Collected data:
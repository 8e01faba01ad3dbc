//! Opening what a person names: a file, `-`, gzip or plain, as bytes.
//!
//! Not here: what the bytes mean.

use super::CliError;
use flate2::read::MultiGzDecoder;
use memmap2::{Mmap, UncheckedAdvice};
use std::fs::File;
use std::io::{self, Read, Write};
use std::ops::{Deref, Range};
use std::path::Path;

/// The bytes of an input, mapped or owned.
#[derive(Debug)]
pub enum Bytes {
    /// A file mapped into memory; its own, or one that a long stream was put down in.
    Mapped(Mmap),
    /// A short stream.
    Owned(Vec<u8>),
}

impl Bytes {
    /// Gives the pages of a stretch back: memory stays that of the numbers however long the file is.
    pub fn release(&self, span: Range<usize>) {
        #[cfg(unix)]
        if let Self::Mapped(map) = self
            && span.start < span.end
            && span.end <= map.len()
        {
            #[expect(unsafe_code, reason = "part of the memory map: without it a whole file would stay in memory")]
            // SAFETY: the map is shared and read-only, so dropped pages are read from the file again when they are
            // touched, with the same bytes. A system that refuses the advice loses nothing but memory.
            let _ = unsafe { map.unchecked_advise_range(UncheckedAdvice::DontNeed, span.start, span.len()) };
        }
    }
}

impl Deref for Bytes {
    type Target = [u8];

    fn deref(&self) -> &[u8] {
        match self {
            Self::Mapped(map) => map,
            Self::Owned(bytes) => bytes,
        }
    }
}

/// First bytes of a gzip stream (RFC 1952).
const GZIP: [u8; 2] = [0x1f, 0x8b];
/// A gzip stream may unpack to this many times its size, plus [`UNPACKED_FLOOR`]: orbital files reach
/// about 4, and a stream of zeros 1000.
const UNPACKED_RATIO: u64 = 100;
const UNPACKED_FLOOR: u64 = 1 << 20;

/// Reads the input named by `path`, `-` being standard input; gzip is recognised by its first bytes.
///
/// # Errors
/// [`CliError::Read`] when it cannot be opened, read or unpacked, or unpacks to an absurd size.
pub fn open(path: &Path) -> Result<Bytes, CliError> {
    let failed = |source: io::Error| CliError::Read { path: path.to_owned(), source };
    let bytes = if path.as_os_str() == "-" { stream(io::stdin().lock()) } else { file(path) }.map_err(failed)?;
    unpacked(bytes, path)
}

/// The bytes themselves, or what they hold when they are gzip.
///
/// # Errors
/// [`CliError::Read`] when they cannot be unpacked, or unpack to an absurd size; `path` is only named.
pub fn unpacked(bytes: Bytes, path: &Path) -> Result<Bytes, CliError> {
    if !bytes.starts_with(&GZIP) {
        return Ok(bytes);
    }
    unpack(&bytes).map_err(|source| CliError::Read { path: path.to_owned(), source })
}

/// A stream longer than this is put down in a file without a name, and mapped.
const STREAM_IN_MEMORY: u64 = 16 << 20;

fn stream(mut source: impl Read) -> io::Result<Bytes> {
    let mut bytes = Vec::new();
    source.by_ref().take(STREAM_IN_MEMORY).read_to_end(&mut bytes)?;
    if (bytes.len() as u64) < STREAM_IN_MEMORY {
        return Ok(Bytes::Owned(bytes));
    }
    let mut file = tempfile::tempfile()?;
    file.write_all(&bytes)?;
    drop(bytes);
    io::copy(&mut source, &mut file)?;
    map(&file).map(Bytes::Mapped)
}

fn file(path: &Path) -> io::Result<Bytes> {
    let file = File::open(path)?;
    let metadata = file.metadata()?;
    // A pipe or a device is a stream, and nothing cannot be mapped.
    if !metadata.is_file() || metadata.len() == 0 { stream(file) } else { map(&file).map(Bytes::Mapped) }
}

fn map(file: &File) -> io::Result<Mmap> {
    #[expect(unsafe_code, reason = "the memory map: the one way to read a file larger than memory allows twice")]
    // SAFETY: the map is read-only. Should another process shorten the file meanwhile the kernel ends this one with
    // SIGBUS: no undefined value is ever used as Rust data beyond bytes.
    unsafe {
        Mmap::map(file)
    }
}

fn unpack(packed: &[u8]) -> io::Result<Bytes> {
    let limit = UNPACKED_FLOOR + UNPACKED_RATIO * packed.len() as u64;
    let bytes = stream(MultiGzDecoder::new(packed).take(limit + 1))?;
    if bytes.len() as u64 > limit {
        return Err(io::Error::new(
            io::ErrorKind::InvalidData,
            format!(
                "unpacks to more than {UNPACKED_RATIO} times its size: no orbital file does; unpack it by hand if it is one"
            ),
        ));
    }
    Ok(bytes)
}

WORK INSTRUCTION
From the first line to the last, copy the data exactly.

THE COMPLETED TASK
repository 8e01faba01ad3dbc
//! Opening what a person names: a file, `-`, gzip or plain, as bytes.
//!
//! Not here: what the bytes mean.

use super::CliError;
use flate2::read::MultiGzDecoder;
use memmap2::{Mmap, UncheckedAdvice};
use std::fs::File;
use std::io::{self, Read, Write};
use std::ops::{Deref, Range};
use std::path::Path;

/// The bytes of an input, mapped or owned.
#[derive(Debug)]
pub enum Bytes {
    /// A file mapped into memory; its own, or one that a long stream was put down in.
    Mapped(Mmap),
    /// A short stream.
    Owned(Vec<u8>),
}

impl Bytes {
    /// Gives the pages of a stretch back: memory stays that of the numbers however long the file is.
    pub fn release(&self, span: Range<usize>) {
        #[cfg(unix)]
        if let Self::Mapped(map) = self
            && span.start < span.end
            && span.end <= map.len()
        {
            #[expect(unsafe_code, reason = "part of the memory map: without it a whole file would stay in memory")]
            // SAFETY: the map is shared and read-only, so dropped pages are read from the file again when they are
            // touched, with the same bytes. A system that refuses the advice loses nothing but memory.
            let _ = unsafe { map.unchecked_advise_range(UncheckedAdvice::DontNeed, span.start, span.len()) };
        }
    }
}

impl Deref for Bytes {
    type Target = [u8];

    fn deref(&self) -> &[u8] {
        match self {
            Self::Mapped(map) => map,
            Self::Owned(bytes) => bytes,
        }
    }
}

/// First bytes of a gzip stream (RFC 1952).
const GZIP: [u8; 2] = [0x1f, 0x8b];
/// A gzip stream may unpack to this many times its size, plus [`UNPACKED_FLOOR`]: orbital files reach
/// about 4, and a stream of zeros 1000.
const UNPACKED_RATIO: u64 = 100;
const UNPACKED_FLOOR: u64 = 1 << 20;

/// Reads the input named by `path`, `-` being standard input; gzip is recognised by its first bytes.
///
/// # Errors
/// [`CliError::Read`] when it cannot be opened, read or unpacked, or unpacks to an absurd size.
pub fn open(path: &Path) -> Result<Bytes, CliError> {
    let failed = |source: io::Error| CliError::Read { path: path.to_owned(), source };
    let bytes = if path.as_os_str() == "-" { stream(io::stdin().lock()) } else { file(path) }.map_err(failed)?;
    unpacked(bytes, path)
}

/// The bytes themselves, or what they hold when they are gzip.
///
/// # Errors
/// [`CliError::Read`] when they cannot be unpacked, or unpack to an absurd size; `path` is only named.
pub fn unpacked(bytes: Bytes, path: &Path) -> Result<Bytes, CliError> {
    if !bytes.starts_with(&GZIP) {
        return Ok(bytes);
    }
    unpack(&bytes).map_err(|source| CliError::Read { path: path.to_owned(), source })
}

/// A stream longer than this is put down in a file without a name, and mapped.
const STREAM_IN_MEMORY: u64 = 16 << 20;

fn stream(mut source: impl Read) -> io::Result<Bytes> {
    let mut bytes = Vec::new();
    source.by_ref().take(STREAM_IN_MEMORY).read_to_end(&mut bytes)?;
    if (bytes.len() as u64) < STREAM_IN_MEMORY {
        return Ok(Bytes::Owned(bytes));
    }
    let mut file = tempfile::tempfile()?;
    file.write_all(&bytes)?;
    drop(bytes);
    io::copy(&mut source, &mut file)?;
    map(&file).map(Bytes::Mapped)
}

fn file(path: &Path) -> io::Result<Bytes> {
    let file = File::open(path)?;
    let metadata = file.metadata()?;
    // A pipe or a device is a stream, and nothing cannot be mapped.
    if !metadata.is_file() || metadata.len() == 0 { stream(file) } else { map(&file).map(Bytes::Mapped) }
}

fn map(file: &File) -> io::Result<Mmap> {
    #[expect(unsafe_code, reason = "the memory map: the one way to read a file larger than memory allows twice")]
    // SAFETY: the map is read-only. Should another process shorten the file meanwhile the kernel ends this one with
    // SIGBUS: no undefined value is ever used as Rust data beyond bytes.
    unsafe {
        Mmap::map(file)
    }
}

fn unpack(packed: &[u8]) -> io::Result<Bytes> {
    let limit = UNPACKED_FLOOR + UNPACKED_RATIO * packed.len() as u64;
    let bytes = stream(MultiGzDecoder::new(packed).take(limit + 1))?;
    if bytes.len() as u64 > limit {
        return Err(io::Error::new(
            io::ErrorKind::InvalidData,
            format!(
                "unpacks to more than {UNPACKED_RATIO} times its size: no orbital file does; unpack it by hand if it is one"
            ),
        ));
    }
    Ok(bytes)
}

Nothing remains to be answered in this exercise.